Exact copies of all entries are expected.

● ● ● ● ●

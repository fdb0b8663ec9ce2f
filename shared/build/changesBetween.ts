import type { Change, PartPatch } from './changes.ts'
import { partPatchSchema } from './changes.ts'
import type { BuildDocument, Part } from './document.ts'
import { same } from './same.ts'

/**
 * The changes that lead from one state of a build to another, so that going back to an old state is an edit like any
 * other: it can be undone, and merged with what others do. Applied to `from` they give the content of `to`; lists may
 * end in another order. Notes about buying stay as they are: what is in the house does not leave it with an old plan.
 */
export function changesBetween(from: BuildDocument, to: BuildDocument): Change[] {
  const joints = lists(from.joints, to.joints)
  const parts = lists(from.parts, to.parts)
  const models = lists(from.models, to.models)
  const accepted = lists(byKey(from.accepted), byKey(to.accepted))
  const purchases = lists(byLine(from.purchases), byLine(to.purchases))
  // Joints first go and last come: a part that is held is not removed, and one that is not there holds nothing.
  return [
    ...[...joints.gone, ...joints.changed.map(({ was }) => was)].map(({ id }): Change => ({ op: 'removeJoint', id })),
    ...parts.gone.map(({ id }): Change => ({ op: 'removePart', id })),
    ...[...models.come, ...models.changed.map(({ is }) => is)].map((model): Change => ({ op: 'putModel', model })),
    ...parts.changed.map(({ was, is }): Change => ({ op: 'updatePart', id: is.id, patch: patchBetween(was, is) })),
    ...parts.come.map((part): Change => ({ op: 'addPart', part })),
    ...models.gone.map(({ id }): Change => ({ op: 'removeModel', id })),
    ...[...joints.come, ...joints.changed.map(({ is }) => is)].map((joint): Change => ({ op: 'addJoint', joint })),
    ...accepted.gone.map(({ key }): Change => ({ op: 'withdrawAcceptance', key })),
    ...[...accepted.come, ...accepted.changed.map(({ is }) => is)].map(({ id: _id, ...entry }): Change => ({
      op: 'acceptFinding',
      accepted: entry,
    })),
    ...purchases.gone.map(({ line }): Change => ({ op: 'setPurchase', line, purchase: null })),
    ...[...purchases.come, ...purchases.changed.map(({ is }) => is)].map(({ id: _id, line, ...purchase }): Change => ({
      op: 'setPurchase',
      line,
      purchase,
    })),
    ...(same(from.settings, to.settings) ? [] : [{ op: 'updateSettings' as const, settings: to.settings }]),
    ...renaming(from, to),
  ]
}

/** Accepted findings go by their key. */
const byKey = (accepted: BuildDocument['accepted']) => accepted.map((entry) => ({ ...entry, id: entry.key }))

/** Notes on buying go by the line of the parts list that they stand at. */
const byLine = (purchases: BuildDocument['purchases']) =>
  (purchases ?? []).map((purchase) => ({ ...purchase, id: purchase.line }))

interface Lists<T> {
  gone: T[]
  come: T[]
  changed: { was: T; is: T }[]
}

function lists<T extends { id: string }>(from: readonly T[], to: readonly T[]): Lists<T> {
  const old = new Map(from.map((item) => [item.id, item]))
  const now = new Set(to.map((item) => item.id))
  return {
    gone: from.filter((item) => !now.has(item.id)),
    come: to.filter((item) => !old.has(item.id)),
    changed: to.flatMap((is) => {
      const was = old.get(is.id)
      return was && !same(was, is) ? [{ was, is }] : []
    }),
  }
}

function patchBetween(was: Part, is: Part): PartPatch {
  const patch: Record<string, unknown> = {}
  for (const field of Object.keys(partPatchSchema.shape) as (keyof PartPatch & keyof Part)[])
    if (!same(was[field], is[field])) patch[field] = is[field] ?? null
  return patch as PartPatch
}

function renaming(from: BuildDocument, to: BuildDocument): Change[] {
  const machine = from.machine === to.machine ? {} : { machine: to.machine ?? null }
  return from.name === to.name && from.machine === to.machine ? [] : [{ op: 'rename', name: to.name, ...machine }]
}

● ● ● ● ●

| ANSWER SPACE |
repository fdb0b8663ec9ce2f
filename shared/build/changesBetween.ts
import type { Change, PartPatch } from './changes.ts'
import { partPatchSchema } from './changes.ts'
import type { BuildDocument, Part } from './document.ts'
import { same } from './same.ts'

/**
 * The changes that lead from one state of a build to another, so that going back to an old state is an edit like any
 * other: it can be undone, and merged with what others do. Applied to `from` they give the content of `to`; lists may
 * end in another order. Notes about buying stay as they are: what is in the house does not leave it with an old plan.
 */
export function changesBetween(from: BuildDocument, to: BuildDocument): Change[] {
  const joints = lists(from.joints, to.joints)
  const parts = lists(from.parts, to.parts)
  const models = lists(from.models, to.models)
  const accepted = lists(byKey(from.accepted), byKey(to.accepted))
  const purchases = lists(byLine(from.purchases), byLine(to.purchases))
  // Joints first go and last come: a part that is held is not removed, and one that is not there holds nothing.
  return [
    ...[...joints.gone, ...joints.changed.map(({ was }) => was)].map(({ id }): Change => ({ op: 'removeJoint', id })),
    ...parts.gone.map(({ id }): Change => ({ op: 'removePart', id })),
    ...[...models.come, ...models.changed.map(({ is }) => is)].map((model): Change => ({ op: 'putModel', model })),
    ...parts.changed.map(({ was, is }): Change => ({ op: 'updatePart', id: is.id, patch: patchBetween(was, is) })),
    ...parts.come.map((part): Change => ({ op: 'addPart', part })),
    ...models.gone.map(({ id }): Change => ({ op: 'removeModel', id })),
    ...[...joints.come, ...joints.changed.map(({ is }) => is)].map((joint): Change => ({ op: 'addJoint', joint })),
    ...accepted.gone.map(({ key }): Change => ({ op: 'withdrawAcceptance', key })),
    ...[...accepted.come, ...accepted.changed.map(({ is }) => is)].map(({ id: _id, ...entry }): Change => ({
      op: 'acceptFinding',
      accepted: entry,
    })),
    ...purchases.gone.map(({ line }): Change => ({ op: 'setPurchase', line, purchase: null })),
    ...[...purchases.come, ...purchases.changed.map(({ is }) => is)].map(({ id: _id, line, ...purchase }): Change => ({
      op: 'setPurchase',
      line,
      purchase,
    })),
    ...(same(from.settings, to.settings) ? [] : [{ op: 'updateSettings' as const, settings: to.settings }]),
    ...renaming(from, to),
  ]
}

/** Accepted findings go by their key. */
const byKey = (accepted: BuildDocument['accepted']) => accepted.map((entry) => ({ ...entry, id: entry.key }))

/** Notes on buying go by the line of the parts list that they stand at. */
const byLine = (purchases: BuildDocument['purchases']) =>
  (purchases ?? []).map((purchase) => ({ ...purchase, id: purchase.line }))

interface Lists<T> {
  gone: T[]
  come: T[]
  changed: { was: T; is: T }[]
}

function lists<T extends { id: string }>(from: readonly T[], to: readonly T[]): Lists<T> {
  const old = new Map(from.map((item) => [item.id, item]))
  const now = new Set(to.map((item) => item.id))
  return {
    gone: from.filter((item) => !now.has(item.id)),
    come: to.filter((item) => !old.has(item.id)),
    changed: to.flatMap((is) => {
      const was = old.get(is.id)
      return was && !same(was, is) ? [{ was, is }] : []
    }),
  }
}

function patchBetween(was: Part, is: Part): PartPatch {
  const patch: Record<string, unknown> = {}
  for (const field of Object.keys(partPatchSchema.shape) as (keyof PartPatch & keyof Part)[])
    if (!same(was[field], is[field])) patch[field] = is[field] ?? null
  return patch as PartPatch
}

function renaming(from: BuildDocument, to: BuildDocument): Change[] {
  const machine = from.machine === to.machine ? {} : { machine: to.machine ?? null }
  return from.name === to.name && from.machine === to.machine ? [] : [{ op: 'rename', name: to.name, ...machine }]
}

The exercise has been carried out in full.